How Motherbrain works
Motherbrain uses a mix of unsupervised and supervised deep learning algorithms. Unsupervised learning algorithms find significant patterns in data without any external guidance. Supervised learning algorithms require labeled training data. If the training data contains examples of animals labeled as “cat” or “not a cat,” for example, an algorithm tries to learn the characteristics of a cat in order to predict whether new animals are cats or not.
In the case of venture capital, data can be used to allocate companies to market sectors, a basic task conducted by any VC firm. The text a startup uses to describe itself and the sectors that other people have defined can help in this process, but the data is often noisy and contradictory, especially for emerging technology and sectors. Motherbrain uses unsupervised learning to find clusters or categories of companies. EQT staff then label the companies in each cluster–for instance, identifying a cluster as containing blockchain companies–and the labeled data is used to train a supervised algorithm. Motherbrain can then automatically categorize new companies.
“That’s actually a way to yield some meaningful information from very noisy data,” says Landgren. “You can build fewer categories that have better predictive power if you train the models right based on the noisy data.”
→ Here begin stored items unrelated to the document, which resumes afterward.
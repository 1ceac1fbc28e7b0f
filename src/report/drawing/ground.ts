import type { Section } from "../../results.ts";
import { palette } from "../palette.ts";
import { crestOf, type Frame, surfaceAt } from "./frame.ts";
import type { SoilLook } from "./soils.ts";
import { line, type Point, polygon, polyline, text } from "./svg.ts";

/** Clip paths of the ground behind and of all that lies in front, for soils and water alike. */
export function groundClips(s: Section, f: Frame, id: string): string {
  const front: readonly Point[] = [
    [f.left, f.low],
    [s.toe, f.low],
    [s.toe, s.baseThickness],
    [s.toe + s.frontRun, s.baseThickness + s.stemHeight],
    [s.toe + s.frontRun, f.high + 1],
    [f.left, f.high + 1],
  ];
  const clip = (name: string, points: readonly Point[]): string =>
    `<clipPath id="${id}-${name}">${polygon(points.map(f.at), "")}</clipPath>`;
  return clip("behind", behindOutline(s, f)) + clip("front", front);
}

/** Back face, surface, right edge, underside. */
function behindOutline(s: Section, f: Frame): readonly Point[] {
  const t = s.baseThickness;
  return [
    [s.toe + s.footWidth, t],
    [crestOf(s), t + s.stemHeight],
    [f.right, surfaceAt(s, f.right)],
    [f.right, 0],
    [s.baseWidth, 0],
    [s.baseWidth, t],
  ];
}

/** Soil in front up to its level: over the toe where it reaches there. */
export function frontOutline(s: Section, f: Frame): readonly Point[] {
  const t = s.baseThickness;
  const level = Math.min(s.front.level, t + s.stemHeight);
  const foot: readonly Point[] = [
    [f.left, 0],
    [0, 0],
  ];
  if (level <= t) return [...foot, [0, level], [f.left, level]];
  const face = s.toe + (s.frontRun * (level - t)) / s.stemHeight;
  return [...foot, [0, t], [s.toe, t], [face, level], [f.left, level]];
}

/** Soils behind, below and in front, with their boundaries and surfaces. */
export function ground(s: Section, f: Frame, look: SoilLook, id: string): string {
  const filled = (points: readonly Point[], soil: string): string => {
    const placed = points.map(f.at);
    return (
      polygon(placed, `fill="${look.tint(soil)}"`) + polygon(placed, `fill="${look.hatch(soil)}" aria-hidden="true"`)
    );
  };
  const band = (low: number, high: number): readonly Point[] => [
    [f.left, high],
    [f.right, high],
    [f.right, low],
    [f.left, low],
  ];
  const bands: string[] = [];
  let top = f.high;
  for (const layer of s.layers) {
    const bottom = Math.max(layer.bottom ?? 0, 0);
    if (bottom < top) bands.push(filled(band(bottom, top), layer.soil));
    top = Math.min(top, bottom);
  }
  const behind = `<g clip-path="url(#${id}-behind)">${bands.join("")}${boundaries(s, f)}</g>`;
  const front = s.front.level > 0 ? filled(frontOutline(s, f), s.front.soil) : "";
  return filled(band(f.low, 0), s.below.soil) + behind + front + surfaces(s, f);
}

function boundaries(s: Section, f: Frame): string {
  return s.layers
    .flatMap(({ bottom }) => (bottom === undefined || bottom <= 0 ? [] : [f.y(bottom)]))
    .map((y) => line(f.x(f.left), y, f.x(f.right), y, `stroke="${palette.muted}" stroke-width="1"`))
    .join("");
}

function surfaces(s: Section, f: Frame): string {
  const ink = `stroke="${palette.ink}" stroke-width="1.8"`;
  const behind: readonly Point[] = [
    [crestOf(s), s.baseThickness + s.stemHeight],
    [f.right, surfaceAt(s, f.right)],
  ];
  const outline = frontOutline(s, f);
  const level = Math.max(Math.min(s.front.level, s.baseThickness + s.stemHeight), 0);
  const end: Point = s.front.level > 0 ? outline[outline.length - 2] : [0, 0];
  const front: readonly Point[] = [
    [f.left, level],
    [end[0], level],
  ];
  return (
    polyline(behind.map(f.at), ink) +
    polyline(front.map(f.at), ink) +
    ticks(f, behind[0], behind[1]) +
    ticks(f, front[0], front[1]) +
    slopeWords(s, f) +
    dugAway(s, f)
  );
}

/** The short strokes that mark natural or made ground under its surface. */
function ticks(f: Frame, from: Point, to: Point): string {
  const [x1, y1] = f.at(from);
  const [x2, y2] = f.at(to);
  const length = Math.hypot(x2 - x1, y2 - y1);
  if (length < 60) return "";
  const strokes: string[] = [];
  for (const share of [0.22, 0.72]) {
    for (const step of [0, 5, 10]) {
      const x = x1 + (x2 - x1) * share + step;
      const y = y1 + ((y2 - y1) * (x - x1)) / (x2 - x1 || 1);
      strokes.push(line(x, y + 1, x - 5, y + 8, `stroke="${palette.ink}" stroke-width="1"`));
    }
  }
  return strokes.join("");
}

function slopeWords(s: Section, f: Frame): string {
  if (!(s.slope > 0.05)) return "";
  const x = crestOf(s) + 0.5 * (f.right - crestOf(s));
  const [px, py] = f.at([x, surfaceAt(s, x)]);
  return text(
    px,
    py + 17,
    `${s.slope.toFixed(1)}°`,
    `font-size="12" text-anchor="middle" transform="rotate(${(-s.slope).toFixed(1)} ${px.toFixed(1)} ${py.toFixed(1)})"`,
  );
}

/** The level below which resistance in front counts, where the top is taken as dug away. */
function dugAway(s: Section, f: Frame): string {
  if (!s.front.passive || !(s.front.ignoreTop > 0)) return "";
  const y = f.y(s.front.level - s.front.ignoreTop);
  return line(f.x(f.left), y, f.x(0), y, `stroke="${palette.ink}" stroke-width="1" stroke-dasharray="2 4"`);
}
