import { message, sentence } from '@mantlet/common';
import type { ImportField } from '@mantlet/common';
import { provenDecimalSign } from './numbers.js';
import { readRow } from './read-row.js';
import type { ReadRow, RowContext } from './read-row.js';
import { plainWords } from './words.js';

export interface ReadRows {
  rows: ReadRow[];
  notes: string[];
}
const numberFields: ImportField[] = ['length', 'quantity', 'criticalTemperature', 'utilisation'];

/** Every row below the headers; empty ones, totals and repeated headers are passed over, the latter two with a note. */
export function readRows(rows: readonly (readonly string[])[], context: Omit<RowContext, 'decimalSign'>): ReadRows {
  const { headerRow, columns } = context.mapping;
  const headers = rows[headerRow - 1] ?? [];
  const body = rows.slice(headerRow);
  const numberColumns = numberFields.flatMap((field) => columns[field] ?? []);
  const decimalSign = provenDecimalSign(numbersOf(body, numberColumns));
  const result: ReadRow[] = [];
  const totals: number[] = [];
  const repeated: number[] = [];
  body.forEach((cells, i) => {
    const row = headerRow + 1 + i;
    if (!cells.some(Boolean)) return;
    if (isHeaderAgain(cells, headers)) repeated.push(row);
    else if (isTotal(cells, columns)) totals.push(row);
    else result.push(readRow(row, cells, { ...context, decimalSign }));
  });
  noteTwins(result);
  const notes = [
    ...(totals.length ? [message('import.skipped-total', { rows: totals })] : []),
    ...(repeated.length ? [message('import.skipped-headers', { rows: repeated })] : []),
  ];
  return { rows: result, notes: notes.map(sentence) };
}

function* numbersOf(body: readonly (readonly string[])[], columns: readonly number[]): Generator<string> {
  for (const cells of body) for (const column of columns) if (cells[column]) yield cells[column];
}

function isHeaderAgain(cells: readonly string[], headers: readonly string[]): boolean {
  const filled = headers.filter(Boolean).length;
  return filled > 1 && cells.filter((cell, i) => cell && cell === headers[i]).length >= Math.max(2, filled * 0.8);
}

/** A row that says "total" where a mark or any first word would stand, and names no section. */
function isTotal(cells: readonly string[], columns: RowContext['mapping']['columns']): boolean {
  if (columns.section !== undefined && cells[columns.section] && !totalWord.test(plainWords(cells[columns.section]!))) return false;
  const first = cells.find(Boolean) ?? '';
  return totalWord.test(plainWords(first)) || totalWord.test(plainWords(cells[columns.mark ?? 0] ?? ''));
}
const totalWord = /^(grand |sub ?|zwischen|gesamt|sous )?(total|totals|totaux|sum|summe|gesamt|gesamtsumme|ensemble)\b/;

/** Two rows with one mark: neither can be right by itself. */
function noteTwins(rows: readonly ReadRow[]): void {
  const byMark = new Map<string, ReadRow[]>();
  for (const row of rows) {
    if (!row.mark) continue;
    const same = byMark.get(row.mark);
    if (same) same.push(row);
    else byMark.set(row.mark, [row]);
  }
  for (const [mark, same] of byMark) {
    if (same.length < 2) continue;
    const numbers = same.slice(0, 7).map((r) => r.row);
    for (const row of same) row.problems.push({ field: 'mark', reason: message('import.row-mark-twice', { mark, rows: numbers.filter((n) => n !== row.row) }) });
  }
}
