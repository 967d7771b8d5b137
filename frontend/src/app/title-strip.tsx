import { Link } from 'react-router-dom';
import { revisionStateNames } from '@mantlet/common';
import type { MeDto, ProjectDto } from '@mantlet/common';
import { may, rolesInWords } from '../lib/may.js';
import { Mark } from '../ui/mark.js';
import { usePageInfo } from '../ui/page-info.js';
import { AccountMenu } from './account-menu.js';

const stateOf = (project: ProjectDto) =>
  project.counts.open > 0
    ? { word: `${project.counts.open} open`, kind: 'attention' as const }
    : project.counts.members > 0 ? { word: 'Settled', kind: 'settled' as const } : { word: 'No members yet', kind: 'neutral' as const };

/** On a project, one's roles there; elsewhere, whether one is the administrator. */
export const standing = (project: ProjectDto | undefined, user: MeDto | null) =>
  project?.roles.length ? rolesInWords(project.roles) : user?.administrator ? 'Administrator' : user?.name ?? '';

/** Like the title block of a drawing: what this is, which page and revision, how it stands, and who looks at it. */
export function TitleStrip({ project, user, onMenu }: { project: ProjectDto | undefined; user: MeDto | null; onMenu: () => void }) {
  const { title, state } = usePageInfo();
  const design = project ? may(project.roles, 'see-design') : false;
  const shownState = state ?? (project && design ? stateOf(project) : undefined);
  const revision = project && (design ? project.revision : project.issuedRevision && { ...project.issuedRevision, state: 'issued' as const });
  const shownRevision = state?.revision ?? (revision ? `${revision.code} ${revisionStateNames[revision.state].toLowerCase()}` : null);
  return (
    <header className="mt-strip">
      <Link className="mt-strip-brand" to="/projects" aria-label="Mantlet, all projects"><Mark /><span>Mantlet</span></Link>
      <dl>
        {project && <div className="mt-strip-cell mt-strip-project"><dt>Project {project.number}</dt><dd title={project.name}><Link to={`/projects/${project.id}`}>{project.name}</Link></dd></div>}
        <div className="mt-strip-cell mt-strip-page"><dt>{project ? <><span className="mt-strip-wide">Page</span><span className="mt-strip-narrow">{project.number}{shownRevision ? `, ${shownRevision}` : ''}</span></> : 'Page'}</dt><dd title={title}>{title || '…'}</dd></div>
        {project && <div className="mt-strip-cell mt-strip-revision"><dt>Revision</dt><dd>{shownRevision ?? 'None yet'}</dd></div>}
        {shownState && <div className="mt-strip-cell mt-strip-state"><dt>State</dt><dd className={shownState.kind === 'neutral' ? '' : `mt-${shownState.kind}`}>{shownState.word}</dd></div>}
      </dl>
      <AccountMenu user={user} roles={standing(project, user)} />
      <button type="button" className="mt-strip-menu" onClick={onMenu}>Menu</button>
    </header>
  );
}
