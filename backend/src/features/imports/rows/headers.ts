import type { ImportField, ImportMapping } from '@mantlet/common';
import { plainWords } from './words.js';

/**
 * What schedules call their columns, in English and the commonest German and French words (*common practice*);
 * the first of a list is the surest.
 */
const aliases: Record<ImportField, string[]> = {
  mark: ['mark', 'member mark', 'piece mark', 'assembly mark', 'mark no', 'member', 'member no', 'member id', 'piece', 'assembly', 'tag', 'position', 'pos', 'pos nr', 'positionsnummer', 'bauteil', 'bauteil nr', 'kennung', 'repere', 'marque', 'name', 'id'],
  level: ['level', 'floor', 'storey', 'story', 'floor level', 'geschoss', 'ebene', 'etage', 'niveau'],
  zone: ['zone', 'fire zone', 'fire compartment', 'compartment', 'area', 'brandabschnitt', 'bereich', 'compartiment'],
  memberType: ['type', 'member type', 'element type', 'element', 'category', 'bauteilart', 'typ', 'art', 'type d element', 'nature'],
  section: ['section', 'section size', 'member size', 'serial size', 'size', 'profile', 'designation', 'section designation', 'profil', 'querschnitt', 'profilbezeichnung', 'profile type'],
  grade: ['grade', 'steel grade', 'material grade', 'material', 'steel', 'stahlsorte', 'stahlgute', 'guete', 'gute', 'werkstoff', 'nuance', 'nuance d acier', 'acier'],
  length: ['length', 'member length', 'cut length', 'len', 'l', 'lange', 'laenge', 'longueur'],
  quantity: ['number off', 'no off', 'quantity', 'qty', 'off', 'number', 'count', 'no', 'pcs', 'pieces', 'anzahl', 'stuck', 'stueck', 'stk', 'menge', 'quantite', 'nombre', 'qte', 'nb'],
  exposure: ['exposure', 'exposed sides', 'heated sides', 'sides exposed', 'sides', 'fire exposure', 'beflammung', 'beflammte seiten', 'exposition', 'faces exposees'],
  protectionForm: ['protection form', 'form of protection', 'form', 'protection type', 'bekleidungsart', 'bekleidung', 'forme de protection', 'forme'],
  note: ['note', 'notes', 'remark', 'remarks', 'comment', 'comments', 'bemerkung', 'bemerkungen', 'hinweis', 'remarque', 'commentaire', 'observations'],
  criticalTemperature: ['critical temperature', 'critical temp', 'crit temp', 'limiting temperature', 'limiting temp', 'theta cr', 'θcr', 'θ cr', 'theta a cr', 'tcr', 't cr', 'kritische temperatur', 'temperature critique'],
  utilisation: ['utilisation in fire', 'utilization in fire', 'fire utilisation', 'fire utilization', 'degree of utilisation', 'utilisation', 'utilization', 'mu0', 'μ0', 'mu 0', 'ausnutzungsgrad', 'ausnutzung', 'taux d utilisation'],
  reference: ['reference', 'calculation reference', 'calc ref', 'ref', 'source', 'nachweis', 'quelle'],
};
const fieldByAlias = new Map<string, { field: ImportField; rank: number }>();
for (const [field, names] of Object.entries(aliases) as [ImportField, string[]][]) names.forEach((name, rank) => fieldByAlias.set(name, { field, rank }));

type LengthUnit = ImportMapping['lengthUnit'];
const unitWords: Record<string, LengthUnit | 'C' | 'F'> = {
  mm: 'mm', cm: 'cm', m: 'm', metres: 'm', meters: 'm', in: 'in', inch: 'in', inches: 'in', ft: 'ft', feet: 'ft', 'ft in': 'ft-in', 'feet inches': 'ft-in',
  c: 'C', 'deg c': 'C', celsius: 'C', f: 'F', 'deg f': 'F', fahrenheit: 'F',
};

export interface HeaderReading {
  field: ImportField;
  /** place in the field's list: the lower, the surer */
  rank: number;
  unit: LengthUnit | 'C' | 'F' | null;
}

/** What a header says its column holds: "Length (mm)", "L [m]", "Länge in mm", "θcr °C"; null where it is not known. */
export function readHeader(text: string): HeaderReading | null {
  const bracketed = /^(.*?)\s*[[(]([^\])]*)[\])]\s*$/.exec(text);
  const unit = bracketed ? unitOf(bracketed[2]!) : null;
  const name = plainWords(bracketed ? bracketed[1]! : text);
  const known = fieldByAlias.get(name);
  if (known) return { ...known, unit };
  const trailing = /^(.*?)[\s,/]+(?:in\s+)?([°\p{L}]+)$/iu.exec(bracketed ? bracketed[1]! : text);
  const trailingUnit = trailing ? unitOf(trailing[2]!) : null;
  const named = trailing && trailingUnit ? fieldByAlias.get(plainWords(trailing[1]!)) : undefined;
  return named ? { ...named, unit: trailingUnit } : null;
}

function unitOf(text: string): HeaderReading['unit'] {
  return unitWords[plainWords(text)] ?? null;
}

/** 0-based index of the row that names the most fields, among the first 40; titles above it are passed over. Null where none names two. */
export function findHeaderRow(rows: readonly string[][]): number | null {
  let best: { index: number; fields: number } | null = null;
  for (let index = 0; index < Math.min(rows.length, 40); index += 1) {
    const fields = new Set(rows[index]!.flatMap((cell) => readHeader(cell)?.field ?? [])).size;
    if (fields >= 2 && fields > (best?.fields ?? 0)) best = { index, fields };
  }
  return best?.index ?? null;
}
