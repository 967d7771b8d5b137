import fc from 'fast-check';
import { sentence } from '@mantlet/common';
import { provenDecimalSign, readNumber } from './numbers.js';

const value = (text: string, sign: 'point' | 'comma' | null = null, possible?: (n: number) => boolean): number | string => {
  const reading = readNumber(text, 'Length', sign, possible);
  return reading.ok ? reading.value : sentence(reading.reason);
};

describe('numbers of a schedule', () => {
  it.each([
    ['6500', 6500], ['6.5', 6.5], ['6,5', 6.5], ['1,234.5', 1234.5], ['1.234,5', 1234.5], ['1 234,5', 1234.5], ['12 345', 12345], ["1'234.50", 1234.5],
    ['1,234,567', 1234567], ['1.234.567', 1234567], ['−250', -250], ['-0.5', -0.5], ['0,650', 0.65], ['.75', 0.75], ['+3', 3],
  ])('reads %s as %d whatever the file proves', (text, expected) => {
    expect(value(text)).toBe(expected);
  });

  it('reads a lone group of three by what the file proves, or by what is possible, or not at all', () => {
    expect(value('6,500', 'point')).toBe(6500);
    expect(value('6,500', 'comma')).toBe(6.5);
    expect(value('6.500', 'comma')).toBe(6500);
    expect(value('6,500', null, (n) => n < 100)).toBe(6.5);
    expect(value('6,500')).toBe('"6,500" may mean 6500 or 6.5. Write it without a thousands separator.');
  });

  it.each(['', 'long', '12a', '1.2.3', '1,2,3', '--5', '1e5', '12/3', 'NaN', 'Infinity', '1,23,456'])('refuses "%s" in words', (text) => {
    expect(value(text)).toBe(`"${text}" is not a number. Length must be a number.`);
  });

  it('says when a formula in the file went wrong', () => {
    expect(value('#N/A')).toBe("The cell's formula gives #N/A. Correct it in the schedule.");
    expect(value('#DIV/0!')).toMatch(/#DIV\/0!/);
  });

  it('proves the decimal sign by numbers that leave no doubt, and not by those that contradict', () => {
    expect(provenDecimalSign(['6,500', '7,25'])).toBe('comma');
    expect(provenDecimalSign(['6,500', '7.25 m'])).toBe('point');
    expect(provenDecimalSign(['1.234,5'])).toBe('comma');
    expect(provenDecimalSign(['6,500', '6500'])).toBeNull();
    expect(provenDecimalSign(['7,25', '7.25'])).toBeNull();
  });

  it('never gives a number that is none, for any text', () => {
    fc.assert(fc.property(fc.string(), fc.constantFrom('point' as const, 'comma' as const, null), (text, sign) => {
      const reading = readNumber(text, 'x', sign);
      return reading.ok ? Number.isFinite(reading.value) : sentence(reading.reason).length > 0;
    }));
    fc.assert(fc.property(fc.double({ noNaN: true, noDefaultInfinity: true, min: -1e6, max: 1e6 }), (n) => {
      const text = n.toFixed(4);
      return value(text, 'point') === Number(text) && value(text.replace('.', ','), 'comma') === Number(text);
    }));
  });
});
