import { Global, Module } from '@nestjs/common';
import type { DynamicModule } from '@nestjs/common';
import { TypeOrmModule } from '@nestjs/typeorm';
import { MAIL_OPTIONS } from './mail-options.js';
import type { MailOptions } from './mail-options.js';
import { Mail } from './mail.entity.js';
import { MailService } from './mail.service.js';

@Global()
@Module({})
export class MailModule {
  static forRoot(options: MailOptions): DynamicModule {
    return {
      module: MailModule,
      imports: [TypeOrmModule.forFeature([Mail])],
      providers: [MailService, { provide: MAIL_OPTIONS, useValue: options }],
      exports: [MailService],
    };
  }
}
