import { setTimeout as wait } from 'node:timers/promises';
import { Inject, Injectable, Logger } from '@nestjs/common';
import type { OnModuleDestroy } from '@nestjs/common';
import type { MailFailure, MailTemplate } from '@mantlet/common';
import { InjectDataSource } from '@nestjs/typeorm';
import type { Request } from 'express';
import { createTransport } from 'nodemailer';
import type { Transporter } from 'nodemailer';
import { DataSource } from 'typeorm';
import type { EntityManager } from 'typeorm';
import { isFromThisMachine } from '../../shared/this-machine.js';
import { failureOf, isWorthAnother } from './mail-failure.js';
import { MAIL_OPTIONS } from './mail-options.js';
import type { MailOptions } from './mail-options.js';
import { oneLine, writeMail } from './mail-templates.js';
import type { MailParams, WrittenMail } from './mail-templates.js';
import { Mail } from './mail.entity.js';

interface Recipient {
  /** the account, if there is one */
  id: string | null;
  name: string;
  email: string;
}

/** Sends what the product has to say, beside the answer and never before the change it tells of stands. */
@Injectable()
export class MailService implements OnModuleDestroy {
  private readonly logger = new Logger('Mail');
  private readonly transport: Transporter | null;
  private readonly underWay = new Set<Promise<void>>();
  private readonly stopping = new AbortController();

  constructor(
    @InjectDataSource() private readonly dataSource: DataSource,
    @Inject(MAIL_OPTIONS) private readonly options: MailOptions,
  ) {
    const { smtpUrl } = options;
    this.transport = smtpUrl ? createTransport({ url: smtpUrl, connectionTimeout: 10_000, greetingTimeout: 10_000, socketTimeout: 20_000 }) : null;
  }

  /** Whether mail stays on this server, and whoever asks may read it on its own page. */
  isCaughtFor(request: Request): boolean {
    return this.options.caught === 'for-everybody' || (this.options.caught === 'for-this-machine' && isFromThisMachine(request));
  }

  /** An address of this installation, as a mail gives it. */
  link(path: string): string {
    return `${this.options.publicUrl.replace(/\/+$/, '')}${path}`;
  }

  /**
   * Notes the mail in the caller's transaction. @returns what sends it, to be called once that transaction stands:
   * it returns at once, and tries again by itself where the mail server does not answer
   */
  async prepare<T extends MailTemplate>(manager: EntityManager, template: T, to: Recipient, params: MailParams[T]): Promise<() => void> {
    await manager.query(`DELETE FROM mails WHERE created_at < now() - interval '90 days'`);
    const { id } = await manager.save(manager.create(Mail, { userId: to.id, toAddress: to.email, template }));
    return () => this.inBackground(this.deliver(id, to, writeMail(template, params)));
  }

  /** Work that nobody waits for, except the server before it stops. */
  inBackground(work: Promise<void>): void {
    const settled = work.catch((error: unknown) => this.logger.error(error instanceof Error ? error.stack : String(error)));
    this.underWay.add(settled);
    void settled.finally(() => this.underWay.delete(settled));
  }

  async onModuleDestroy(): Promise<void> {
    this.stopping.abort();
    while (this.underWay.size) await Promise.all(this.underWay);
    this.transport?.close();
  }

  private async deliver(id: string, to: Recipient, mail: WrittenMail): Promise<void> {
    if (!this.transport) return this.note(id, 0, 'not-set-up');
    for (let attempt = 1; ; attempt += 1) {
      try {
        // links must not be followed by whoever carries the mail, so there is nothing to track and no file to fetch
        await this.transport.sendMail({ from: this.options.from, to: { name: oneLine(to.name), address: to.email }, ...mail, textEncoding: 'quoted-printable', disableFileAccess: true, disableUrlAccess: true });
        return await this.note(id, attempt, null);
      } catch (error) {
        await this.note(id, attempt, failureOf(error));
        const delay = this.options.retryDelaysMs[attempt - 1];
        if (delay === undefined || !isWorthAnother(error)) {
          this.logger.warn(`A mail could not be sent: ${failureOf(error)}`);
          return;
        }
        if (!(await this.waited(delay))) return this.note(id, attempt, 'stopped');
      }
    }
  }

  private waited(delay: number): Promise<boolean> {
    return wait(delay, true, { signal: this.stopping.signal }).catch(() => false);
  }

  private async note(id: string, attempts: number, failure: MailFailure | null): Promise<void> {
    // an invitation may be withdrawn meanwhile, and its note with it
    await this.dataSource.manager.update(Mail, id, { attempts, failure, sentAt: failure ? null : new Date() });
  }
}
The evolution of a company over time–and how its relevant metrics change accordingly–is also an important factor in the assessment process. A time series is a series of data points indexed in time which captures this evolution. Motherbrain can learn from time series data to predict how a company will evolve in the future, based on the performance of companies with similar metrics. “For example, did they raise money fast or slow?” says Landgren. “The web trends, the app rankings, all those different things, are actually even more interesting when you can take time series into consideration.”
Landgren is also proud of the state-of-the-art data infrastructure that EQT Ventures has built for Motherbrain. A dedicated development team of five people works closely with Google to leverage technology like Kafka, Kubernetes, Google BigQuery, and BigTable.
“When the developers work, they’re constantly finding that they have are questions that no one else has asked yet,” says Landgren.”Then you feel like you’re really on the edge. We’re building an AI decision-making platform for decisions that involve humans and very high-volume data sets together. I think that combination is very new. We’re in the frontier.”
Big data, big problems
Motherbrain is far from perfect. Like any machine learning system, its predictions are only as good as the data it is trained on, and that data will always be incomplete and sometimes downright inaccurate. “We do see companies that have no data–they are in stealth mode–which even Motherbrain can’t see, so that’s going to be a problem,” says Landgren.
By stitching together multiple data sources EQT Ventures tries to increase the coverage of the system and the overlap between different data sources. Since the firm’s investors use Motherbrain every day, they can correct discrepancies between data sources themselves when they spot them.
Landgren is also keen to emphasize that Motherbrain is very far from making final investment decisions. “To build models where you can find great companies is great, but it’s not as if you just press a button and then you have the investment,” says Landgren. “It requires much, much more work.” Much of that work is in the traditional investor realm of building relationships. “It’s about knowing which relationships to build and when,” says Landgren. “That’s what we use Motherbrain for.”